The refit added about 15 tons to the vessel's displacement, and reduced its maximum speed by approximately one knot. This added length and weight caused unexpected flexing on the ships' decks, causing cracks. At least one cutter had warping so severe; its engines were no longer fully seated, while another ship's fuel tanks were deformed to the point of leakage. Another problem these cutters faced after their intended improvement was their steering. The steering system was mangled so badly, they had problems maintaining course, even at speeds slower than ten knots. The propeller shaft design was flawed also, growing steadily misaligned with the engines once the cracking of the hulls began. The maritime waste disposal systems were also damaged to the point of being below specification. There was poor welding and sloppy workmanship throughout the ships that also attributed to the failing of these vessels' hulls. The communications system was a complete fiasco too, barely functional and completely unsecure. All of the work done by Bollinger for the Deepwater System Program was done insufficiently and all contributed to the failing of these ships.

==Legal liability==
In January 2008, the United States Coast Guard made an unusual move of demanding a partial refund of $96.1 million, but the request was withdrawn later in the year due to possible criminal charges that could be faced, enforced by the Department of Justice. In addition to the Coast Guard, the Justice department also sued Bollinger Shipyards for damages towards Matagorda and seven other boats in that fleet. The Coast Guard paid hundreds of millions of dollars towards Bollinger for this refit, and has tried to file for reimbursement 65 times once the Matagorda had displayed the six inch crack in its hull. The suit was dismissed.

==Conclusion==
In late 2005, sea state restrictions were given to the cutters requiring better workmanship and quality for construction in the future. At the same time, these refits were halted with only eight out of the intended 49 cutters actually being worked on. On November 30, 2006, Admiral Thad Allen, Coast Guard Commandant, personally gave a direct order to immediately decommission all eight converted ships. The crews were dispersed to other cutters in the United States Coast Guard Seventh District and the ships were towed to the Coast Guard Yard at Curtis Bay, Maryland, where they remain in a "mothballed" state as of February 2014, pending likely scrapping.
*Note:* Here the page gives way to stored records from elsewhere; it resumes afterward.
@dataclass(frozen=True)
class GapBranch:
    """Linear gap: flux = permeance*mmf_drop; reported B = flux/effective_area.

    Attributes
    ----------
    length : float
        Gap length (m), used for the reported mean H = mmf_drop/length.
    permeance : float
        Gap permeance (Wb/A), e.g. from :func:`analytic.fringing.gap_permeance`.
    effective_area : float
        Area (m^2) used to report B.
    kind : str
        "gap" (an air gap of the core) or "leakage" (a linear air path that
        bypasses part of the core, e.g. across a winding window).
    dpermeance_dlength : float or None
        dP/dg (Wb/A per m), the permeance's derivative with respect to the gap
        length at fixed faces (e.g. :func:`analytic.fringing.gap_permeance_derivative`);
        with it the gap's closing force follows from one solve
        (:func:`analytic.force.gap_forces`).
    """

    name: str
    node_a: str
    node_b: str
    length: float
    permeance: float
    effective_area: float
    kind: str = "gap"
    dpermeance_dlength: float | None = None

    def __post_init__(self) -> None:
        for key in ("length", "permeance", "effective_area"):
            object.__setattr__(self, key, _positive("gap branch", self.name, key, getattr(self, key)))
        d = self.dpermeance_dlength
        if d is not None:
            if isinstance(d, bool) or not isinstance(d, (int, float)) or not math.isfinite(d):
                raise NetworkError(f"gap branch {self.name!r}: dpermeance_dlength = {d!r} must be "
                                   "a finite number (Wb/A per m)")
            object.__setattr__(self, "dpermeance_dlength", float(d))


@dataclass(frozen=True)
class MagnetBranch:
    """A permanent magnet with a linear recoil line, magnetised a -> b.

    B = mu0 mu_r H + B_r along the branch, so its flux is
    phi = P (F + F_c) with the internal permeance P = mu0 mu_r A / l and the
    coercive MMF F_c = H_c l = B_r l / (mu0 mu_r): an MMF source F_c behind
    the internal reluctance l / (mu0 mu_r A), the textbook equivalent circuit
    of a magnet on its recoil line (Parker, Advances in Permanent Magnetism,
    1990, ch. 4 [from memory]).  F is the magnet's own H drop (negative at a
    working point: H opposes B inside the magnet).

    Attributes
    ----------
    length : magnet length along its magnetisation l_m (m).
    area : pole face area A_m (m^2).
    remanence : B_r (T, > 0; reverse a and b for the other sense).
    mu_r : recoil permeability (> 0, typically 1.02-1.1).
    """

    name: str
    node_a: str
    node_b: str
    length: float
    area: float
    remanence: float
    mu_r: float = 1.05

    def __post_init__(self) -> None:
        for key in ("length", "area", "remanence", "mu_r"):
            object.__setattr__(self, key, _positive("magnet branch", self.name, key,
                                                    getattr(self, key)))

    @property
    def permeance(self) -> float:
        """Internal permeance P = mu0 mu_r A / l (Wb/A)."""
        return mu_0 * self.mu_r * self.area / self.length

    @property
    def coercive_mmf(self) -> float:
        """F_c = H_c l = B_r l / (mu0 mu_r) (A)."""
        return self.remanence * self.length / (mu_0 * self.mu_r)


@dataclass(frozen=True)
class Winding:
    """MMF source N*I (A) acting in branch ``branch`` in its a -> b direction.

    ``turns`` may be negative (reversed sense) but not zero; ``current`` in A.
    """

    name: str
    turns: float
    current: float
    branch: str

    def __post_init__(self) -> None:
        for key in ("turns", "current"):
            value = getattr(self, key)
            try:
                v = float(value)
            except (TypeError, ValueError):
                raise NetworkError(f"winding '{self.name}': {key} = {value!r} is not a number") from None
            if not math.isfinite(v):
                raise NetworkError(f"winding '{self.name}': {key} = {value!r} is not finite")
            object.__setattr__(self, key, v)
        if self.turns == 0.0:
            raise NetworkError(f"winding '{self.name}': turns = 0 (a winding needs turns)")

    @property
    def mmf(self) -> float:
        """N*I (A)."""
        return self.turns * self.current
The 110-foot patrol boats proved to be an effective addition to the drug and immigration enforcement, search and rescue, and fishery law enforcement. The Island-class cutter design is approaching a period of time where the remaining 110 foot cutters are aging and will either not be maintained adequately or will not be replaced by something newer. A Coast Guard committee found this situation unacceptable and wanted immediate action to avoid any loss in the Coast Guard's operational readiness or national maritime security. The Coast Guard ended the Deepwater Conversion plan early enough to save upwards of $80,000,000 originally planned to be spent altering these vessels. While the Coast Guard has sped up the development associated with the Fast Response Cutter and Sentinel-class cutter, with the 123-foot conversion program idled, there are fewer small patrol craft due to the absence of the converted patrol boats being taken out of service. The fact that six 110-foot cutters are absent due to supporting the Global War on Terror is further complicating the ability of the Coast Guard to have adequate underway patrol coverage domestically. The six deployed cutters have no expected date of return from overseas duty.

The Coast Guard sued Bollinger, in 2003, and Bollinger paid a $8.5 million settlement in December 2015.